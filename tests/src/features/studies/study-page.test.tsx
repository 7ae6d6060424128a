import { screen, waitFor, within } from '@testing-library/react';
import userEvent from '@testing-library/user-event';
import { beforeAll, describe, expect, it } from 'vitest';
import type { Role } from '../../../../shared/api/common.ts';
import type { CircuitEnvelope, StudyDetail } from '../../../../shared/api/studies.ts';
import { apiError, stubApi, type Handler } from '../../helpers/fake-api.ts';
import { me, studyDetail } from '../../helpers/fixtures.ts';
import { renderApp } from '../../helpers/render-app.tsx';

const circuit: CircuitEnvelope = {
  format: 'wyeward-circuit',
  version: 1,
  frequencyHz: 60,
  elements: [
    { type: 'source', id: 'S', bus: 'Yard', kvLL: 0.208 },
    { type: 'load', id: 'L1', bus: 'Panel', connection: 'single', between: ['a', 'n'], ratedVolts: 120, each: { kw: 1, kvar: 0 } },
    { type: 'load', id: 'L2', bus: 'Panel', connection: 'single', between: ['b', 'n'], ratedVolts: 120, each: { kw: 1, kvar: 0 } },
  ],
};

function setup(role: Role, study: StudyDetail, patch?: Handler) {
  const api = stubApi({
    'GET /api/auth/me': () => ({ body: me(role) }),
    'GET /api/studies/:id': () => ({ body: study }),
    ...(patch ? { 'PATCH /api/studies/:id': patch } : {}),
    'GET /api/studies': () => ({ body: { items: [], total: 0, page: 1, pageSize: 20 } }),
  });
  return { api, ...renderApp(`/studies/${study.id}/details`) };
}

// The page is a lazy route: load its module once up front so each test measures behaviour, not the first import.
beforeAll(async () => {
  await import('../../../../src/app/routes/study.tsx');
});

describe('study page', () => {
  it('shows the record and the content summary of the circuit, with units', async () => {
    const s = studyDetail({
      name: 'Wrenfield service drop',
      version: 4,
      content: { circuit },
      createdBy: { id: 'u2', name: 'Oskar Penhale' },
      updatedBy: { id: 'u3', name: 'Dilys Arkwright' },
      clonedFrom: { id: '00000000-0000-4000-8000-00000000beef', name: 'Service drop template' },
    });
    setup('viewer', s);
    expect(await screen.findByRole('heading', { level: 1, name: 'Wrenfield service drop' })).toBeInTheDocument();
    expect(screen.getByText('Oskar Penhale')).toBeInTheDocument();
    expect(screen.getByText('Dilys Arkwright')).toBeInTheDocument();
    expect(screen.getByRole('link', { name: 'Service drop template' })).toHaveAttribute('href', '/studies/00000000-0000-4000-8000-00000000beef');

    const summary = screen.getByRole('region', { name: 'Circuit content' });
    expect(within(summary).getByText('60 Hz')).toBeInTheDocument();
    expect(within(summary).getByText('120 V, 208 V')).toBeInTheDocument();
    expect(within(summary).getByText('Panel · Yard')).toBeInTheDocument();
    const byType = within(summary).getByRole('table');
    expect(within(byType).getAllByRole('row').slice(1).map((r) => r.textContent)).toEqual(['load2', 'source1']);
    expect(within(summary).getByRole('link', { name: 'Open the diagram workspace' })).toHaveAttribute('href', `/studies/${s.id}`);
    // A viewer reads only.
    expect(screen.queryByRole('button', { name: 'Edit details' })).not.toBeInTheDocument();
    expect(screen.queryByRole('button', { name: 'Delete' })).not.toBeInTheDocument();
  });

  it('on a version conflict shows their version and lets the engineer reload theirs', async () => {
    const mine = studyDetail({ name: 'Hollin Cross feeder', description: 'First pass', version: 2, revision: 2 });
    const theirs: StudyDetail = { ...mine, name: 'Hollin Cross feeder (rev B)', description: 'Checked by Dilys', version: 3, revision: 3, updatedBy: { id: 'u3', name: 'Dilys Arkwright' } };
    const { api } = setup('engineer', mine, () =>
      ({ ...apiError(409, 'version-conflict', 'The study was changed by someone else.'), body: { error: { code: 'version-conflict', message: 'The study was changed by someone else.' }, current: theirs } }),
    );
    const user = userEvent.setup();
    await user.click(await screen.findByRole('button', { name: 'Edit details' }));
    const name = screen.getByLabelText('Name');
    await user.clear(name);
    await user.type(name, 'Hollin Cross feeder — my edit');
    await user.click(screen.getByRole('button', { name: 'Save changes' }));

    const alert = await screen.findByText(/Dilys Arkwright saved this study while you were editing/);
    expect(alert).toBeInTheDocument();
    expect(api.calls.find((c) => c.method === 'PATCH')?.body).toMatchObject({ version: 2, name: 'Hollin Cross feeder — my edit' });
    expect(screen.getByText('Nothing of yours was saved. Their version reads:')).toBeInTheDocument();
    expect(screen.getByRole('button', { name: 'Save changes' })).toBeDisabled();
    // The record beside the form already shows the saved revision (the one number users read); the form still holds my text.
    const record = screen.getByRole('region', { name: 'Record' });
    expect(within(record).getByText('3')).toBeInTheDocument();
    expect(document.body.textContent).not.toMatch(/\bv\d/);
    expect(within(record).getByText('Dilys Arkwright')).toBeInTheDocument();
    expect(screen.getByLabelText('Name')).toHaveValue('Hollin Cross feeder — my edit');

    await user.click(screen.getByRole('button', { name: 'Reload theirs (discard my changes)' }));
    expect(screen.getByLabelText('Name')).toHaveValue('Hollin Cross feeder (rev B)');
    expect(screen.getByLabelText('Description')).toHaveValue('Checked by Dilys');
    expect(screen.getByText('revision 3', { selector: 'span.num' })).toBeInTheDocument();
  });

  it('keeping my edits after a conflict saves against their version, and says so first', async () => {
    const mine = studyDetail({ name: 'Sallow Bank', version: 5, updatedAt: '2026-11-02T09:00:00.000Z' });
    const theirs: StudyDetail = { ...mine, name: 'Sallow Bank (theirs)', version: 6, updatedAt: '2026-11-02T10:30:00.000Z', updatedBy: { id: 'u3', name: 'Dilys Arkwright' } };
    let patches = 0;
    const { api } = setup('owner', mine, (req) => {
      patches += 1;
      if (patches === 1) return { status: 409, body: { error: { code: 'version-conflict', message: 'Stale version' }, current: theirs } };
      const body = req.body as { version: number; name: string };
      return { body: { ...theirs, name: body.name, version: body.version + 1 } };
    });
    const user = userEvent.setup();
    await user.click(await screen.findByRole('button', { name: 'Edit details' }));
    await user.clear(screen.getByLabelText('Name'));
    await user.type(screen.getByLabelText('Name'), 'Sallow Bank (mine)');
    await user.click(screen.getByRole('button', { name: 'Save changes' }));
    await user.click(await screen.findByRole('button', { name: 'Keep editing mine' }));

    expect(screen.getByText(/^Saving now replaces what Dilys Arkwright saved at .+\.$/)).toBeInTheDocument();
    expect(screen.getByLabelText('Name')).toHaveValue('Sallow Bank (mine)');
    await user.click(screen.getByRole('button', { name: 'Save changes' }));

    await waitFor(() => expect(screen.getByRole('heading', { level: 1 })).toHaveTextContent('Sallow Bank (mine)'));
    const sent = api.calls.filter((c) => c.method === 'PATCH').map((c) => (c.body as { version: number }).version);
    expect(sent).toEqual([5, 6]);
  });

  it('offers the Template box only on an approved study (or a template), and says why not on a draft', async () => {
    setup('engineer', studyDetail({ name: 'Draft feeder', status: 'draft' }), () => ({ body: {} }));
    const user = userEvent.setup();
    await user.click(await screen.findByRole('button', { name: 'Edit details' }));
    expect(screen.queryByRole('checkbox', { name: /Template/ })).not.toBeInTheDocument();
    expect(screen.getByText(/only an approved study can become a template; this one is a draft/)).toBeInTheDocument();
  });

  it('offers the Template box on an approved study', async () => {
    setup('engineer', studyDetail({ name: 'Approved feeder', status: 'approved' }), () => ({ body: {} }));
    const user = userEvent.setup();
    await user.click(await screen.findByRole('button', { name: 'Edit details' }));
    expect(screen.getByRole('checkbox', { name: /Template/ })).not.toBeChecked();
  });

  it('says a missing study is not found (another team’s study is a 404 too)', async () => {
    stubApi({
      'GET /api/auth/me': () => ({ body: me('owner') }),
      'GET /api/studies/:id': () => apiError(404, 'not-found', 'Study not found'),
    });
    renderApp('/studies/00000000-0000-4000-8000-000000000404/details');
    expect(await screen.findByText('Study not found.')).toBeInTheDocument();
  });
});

### Work instructions
Each line that mentions the string "message" must be copied from the listing.

### Response to the exercise
      ({ ...apiError(409, 'version-conflict', 'The study was changed by someone else.'), body: { error: { code: 'version-conflict', message: 'The study was changed by someone else.' }, current: theirs } }),
      if (patches === 1) return { status: 409, body: { error: { code: 'version-conflict', message: 'Stale version' }, current: theirs } };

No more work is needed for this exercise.